The suggested rules may be tailored as desired; to best accommodate network requirements in consideration of which devices need to connect to management, where they are located, and which protocols they need to use. The reprioritization action is triggered when
any of the underlying rules encounter a match while examining a packet.
Example 1 (generic)
set policy profile 1 name manager [Creates a role/profile #1, named "manager"]
set policy rule 1 ipdestsocket x.x.x.x mask 32 cos 3 [Matches the Interface IP destination]Example 2 (focused)
set policy profile 1 name manager [Creates a role/profile #1, named "manager"]
set policy rule 1 ipdestsocket x.x.x.x:22 mask 48 cos 3 [Matches SSH to the Interface IP]
set policy rule 1 ipdestsocket x.x.x.x:23 mask 48 cos 3 [Matches Telnet to the Interface IP]
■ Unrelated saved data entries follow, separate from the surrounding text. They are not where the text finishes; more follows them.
using FlowSolver.Foundation;

namespace FlowSolver.Tests.Foundation;

public class GaussianConvolutionTests
{
    /// <summary>
    /// e^(−a) Iₙ(a) at a = 0.5 and 1. I₀ and I₁: M. Abramowitz, I. Stegun, Handbook of Mathematical Functions (1964), Tables 9.8-9.11 (recomputed). Mutation tried: ratio of neighbours with 2n for 2(n + 1).
    /// </summary>
    [Theory]
    [InlineData(0.5, 1.063483370741324, 0.2578943053908963)]
    [InlineData(1.0, 1.266065877752008, 0.565159103992485)]
    public void Weights_Narrow_AreTheLatticeHeatKernel(double variance, double besselZero, double besselOne)
    {
        var kernel = new GaussianKernel(variance);
        Assert.False(kernel.IsSampled);
        Assert.Equal(besselZero * Math.Exp(-variance), kernel.Weights[kernel.Radius], 1e-15);
        Assert.Equal(besselOne * Math.Exp(-variance), kernel.Weights[kernel.Radius + 1], 1e-15);
    }

    /// <summary>Sum 1 and the variance asked for, on both sides of the border between lattice kernel and samples. Mutation tried: samples from 0.8 spacings on.</summary>
    [Theory]
    [InlineData(0)]
    [InlineData(1e-6)]
    [InlineData(0.3)]
    [InlineData(1.68)]
    [InlineData(1.70)]
    [InlineData(40)]
    [InlineData(5000)]
    public void Weights_AnyVariance_HaveItAndSumToOne(double variance)
    {
        var kernel = new GaussianKernel(variance);
        var (sum, second) = (0.0, 0.0);
        for (var n = -kernel.Radius; n <= kernel.Radius; n++)
        {
            sum += kernel.Weights[n + kernel.Radius];
            second += kernel.Weights[n + kernel.Radius] * n * n;
        }

        Assert.Equal(1, sum, 1e-14);
        Assert.Equal(variance, second, 4.1e-13 * variance + 1e-18);
    }

    /// <summary>
    /// Against the double sum over mirrored or wrapped neighbours, relative in each cell, on sizes that fill no whole strip, with kernels narrower and wider than the axis. Mutation tried: the last, partial strip
    /// of columns written with the stride of the panel.
    /// </summary>
    [Theory]
    [InlineData(64, 1, false, false, 3.0)]
    [InlineData(45, 1, true, true, 2.0)]
    [InlineData(37, 1, true, true, 30.0)]
    [InlineData(64, 96, false, false, 2.5)]
    [InlineData(53, 47, false, true, 0.6)]
    [InlineData(40, 70, true, false, 4.0)]
    [InlineData(21, 33, true, true, 25.0)]
    [InlineData(5, 3, false, false, 9.0)]
    public void Apply_AnySize_IsTheSumOverImages(int countX, int countY, bool periodicX, bool periodicY, double deviation)
    {
        var varianceY = countY == 1 ? 0 : 0.7 * deviation * deviation;
        var random = new Random(5);
        var source = new double[countX * countY];
        for (var i = 0; i < source.Length; i++)
            source[i] = Math.Exp(-30 * random.NextDouble());
        var expected = Along(source, countX, countY, 1, countX, periodicX, deviation * deviation);
        if (countY > 1)
            expected = Along(expected, countY, countX, countX, 1, periodicY, varianceY);
        var found = new double[source.Length];
        new GaussianConvolution(countX, countY, periodicX, periodicY, deviation * deviation, varianceY).Apply(source, found, WorkerTeam.Alone);
        for (var i = 0; i < found.Length; i++)
            Assert.Equal(1, found[i] / expected[i], 1e-12);
        Assert.Equal(1, found.Sum() / source.Sum(), 1e-13);
    }

    private static double[] Along(double[] source, int count, int lines, int stride, int lineStride, bool periodic, double variance)
    {
        var kernel = new GaussianKernel(variance);
        var result = new double[source.Length];
        var period = periodic ? count : 2 * count;
        for (var line = 0; line < lines; line++)
        {
            for (var i = 0; i < count; i++)
            {
                for (var n = -kernel.Radius; n <= kernel.Radius; n++)
                {
                    var place = ((i + n) % period + period) % period;
                    place = place < count ? place : period - 1 - place;
                    result[line * lineStride + i * stride] += kernel.Weights[n + kernel.Radius] * source[line * lineStride + place * stride];
                }
            }
        }

        return result;
    }

    /// <summary>A point mass far from everything: the tails are those of the normal density, 1e-25 below the middle. Mutation tried: weights cut at 1e-16.</summary>
    [Fact]
    public void Apply_PointMass_HasTailsRightRelativeToThemselves()
    {
        var source = new double[201];
        source[100] = 1;
        var found = new double[201];
        new GaussianConvolution(201, 1, false, false, 64, 0).Apply(source, found, WorkerTeam.Alone);
        for (var n = 0; n <= 85; n++)
            Assert.Equal(1, found[100 + n] / (Math.Exp(-0.5 * n * n / 64.0) / Math.Sqrt(2 * Math.PI * 64)), 1e-12);
    }

    /// <summary>
    /// A wide density on a long line goes over wider cells: against the double sum, relative in each cell, at walls and on a circle, and wider than the line too. Mutation tried: wide cells centred on a fine cell (error 1e-3).
    /// </summary>
    [Theory]
    [InlineData(1024, false, 30.0)]
    [InlineData(1536, true, 75.0)]
    [InlineData(512, false, 900.0)]
    public void Apply_WideOnALine_IsTheSumOverImages(int count, bool periodic, double deviation)
    {
        var random = new Random(9);
        var source = new double[count];
        for (var i = 0; i < count; i++)
            source[i] = Math.Exp(-5 * random.NextDouble() - (i < count / 2 ? 20 : 0));
        var expected = Along(source, count, 1, 1, count, periodic, deviation * deviation);
        var found = (double[])source.Clone();
        new GaussianConvolution(count, 1, periodic, false, deviation * deviation, 0).Apply(found, found, WorkerTeam.Alone);
        for (var i = 0; i < count; i++)
            Assert.Equal(1, found[i] / expected[i], 1e-12);
    }

    /// <summary>In place, any team, and once warm without allocation. Mutation tried: a work array made anew for each strip.</summary>
    [Fact]
    public void Apply_AnyTeam_GivesTheSameBytesAndAllocatesNothing()
    {
        var random = new Random(3);
        var source = new double[130 * 90];
        for (var i = 0; i < source.Length; i++)
            source[i] = random.NextDouble();
        var (alone, shared) = ((double[])source.Clone(), (double[])source.Clone());
        using var team = new WorkerTeam(3);
        var convolution = new GaussianConvolution(130, 90, false, true, 6, 3, 3);
        convolution.Apply(alone, alone, WorkerTeam.Alone);
        convolution.Apply(shared, shared, team);
        Assert.Equal(alone, shared);
        var before = GC.GetAllocatedBytesForCurrentThread();
        convolution.Apply(alone, alone, WorkerTeam.Alone);
        Assert.Equal(0, GC.GetAllocatedBytesForCurrentThread() - before);
    }

    [Theory]
    [InlineData(-1.0)]
    [InlineData(double.NaN)]
    public void Kernel_BadVariance_IsRefused(double variance)
        => Assert.Contains("variance was", Assert.ThrowsAny<ArgumentException>(() => new GaussianKernel(variance)).Message, StringComparison.Ordinal);
}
set policy rule 1 ipdestsocket x.x.x.x:49 mask 48 cos 3 [Matches TACACS to the Interface IP]
set policy rule 1 ipdestsocket x.x.x.x:69 mask 48 cos 3 [Matches TFTP to the Interface IP]
set policy rule 1 ipdestsocket x.x.x.x:123 mask 48 cos 3 [Matches SNTP/NTP to the Interface IP]
set policy rule 1 ipdestsocket x.x.x.x:161 mask 48 cos 3 [Matches SNMP to the Interface IP]
set policy rule 1 ipdestsocket 255.255.255.255:0 mask 48 cos 3 [Matches WoL for relay]
set policy rule 1 ipdestsocket 255.255.255.255:7 mask 48 cos 3 [Matches WoL for relay]
set policy rule 1 ipdestsocket 255.255.255.255:9 mask 48 cos 3 [Matches WoL for relay]
set policy rule 1 ipdestsocket 255.255.255.255:53 mask 48 cos 3 [Matches DNS for relay]
set policy rule 1 ipdestsocket 255.255.255.255:67 mask 48 cos 3 [Matches Bootp/DHCP for relay]
set policy rule 1 ipdestsocket 255.255.255.255:68 mask 48 cos 3 [Matches Bootp client for relay]
set policy rule 1 ipproto 1 cos 3 [Matches PING/ICMP, to host or pass-through]To statically apply the policy to all ingress port(s):
set policy port ge.*.* 1
Note that this command is supported for standalone ports only, not LAG aggregator ports.
To instead dynamically apply the policy to the authenticated management user, use authentication (e.g.
10283).
If NetSight Policy Manager has been deployed, then it should be used to apply these configurations, as any manual policy configuration will be overwritten by PM's policy enforcement.